→ **To do**
Gather each line of the entries below that includes "ChannelViewSchema".

[Stored items]

——

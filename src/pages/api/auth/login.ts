import type { APIRoute } from 'astro';
import { readJson } from '../../../lib/server/http.ts';
import { signIn } from '../../../lib/server/services/sessions.ts';
import { LoginSchema } from '../../../lib/shared/auth.ts';
import { operation } from '../../../lib/server/api-operation.ts';
import { SignedInSchema } from '../../../lib/shared/api/service.ts';

export const contract = {
  POST: operation({
    summary: 'Sign in; sets the session cookie',
    tag: 'auth',
    action: 'public',
    body: LoginSchema,
    responses: { 200: SignedInSchema },
    problems: [401, 429],
  }),
};

/** Public: `{"username","password"}` → 200 and a session cookie; 401 otherwise. */
export const POST: APIRoute = async ({ request, cookies, url, clientAddress }) => {
  const input = await readJson(request, contract.POST.body);
  const user = await signIn(cookies, url, input.username, input.password, clientAddress);
  return Response.json({ user: { id: user.id, username: user.username, displayName: user.displayName, role: user.role } });
};
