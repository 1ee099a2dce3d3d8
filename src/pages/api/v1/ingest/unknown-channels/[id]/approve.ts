import type { APIRoute } from 'astro';
import { actorOf, requireRole } from '../../../../../../lib/server/guard.ts';
import { idParam, readJson } from '../../../../../../lib/server/http.ts';
import { approveUnknownChannel } from '../../../../../../lib/server/services/plant-setup.ts';
import { ApproveUnknownChannelSchema } from '../../../../../../lib/shared/plant.ts';
import { operation } from '../../../../../../lib/server/api-operation.ts';
import { ChannelViewSchema } from '../../../../../../lib/shared/api/plant.ts';

export const contract = {
  POST: operation({
    summary: 'Turn an unknown topic into a channel',
    tag: 'plant',
    action: 'plant.configure',
    body: ApproveUnknownChannelSchema,
    responses: { 201: ChannelViewSchema },
    problems: [409],
  }),
};

/**
 * Engineer: approve a topic a known device published on but no channel matched:
 * `{name, kind, unit, min, max}` creates the channel on the asset and code its topic names.
 */
export const POST: APIRoute = async ({ locals, request, params, clientAddress }) => {
  const user = requireRole(locals, contract.POST.action);
  const id = idParam(params['id'], 'unknown channel');
  const spec = await readJson(request, contract.POST.body);
  return Response.json(await approveUnknownChannel(actorOf(user, clientAddress), id, spec), { status: 201 });
};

——

→ **Answer for the task**
import { ChannelViewSchema } from '../../../../../../lib/shared/api/plant.ts';
    responses: { 201: ChannelViewSchema },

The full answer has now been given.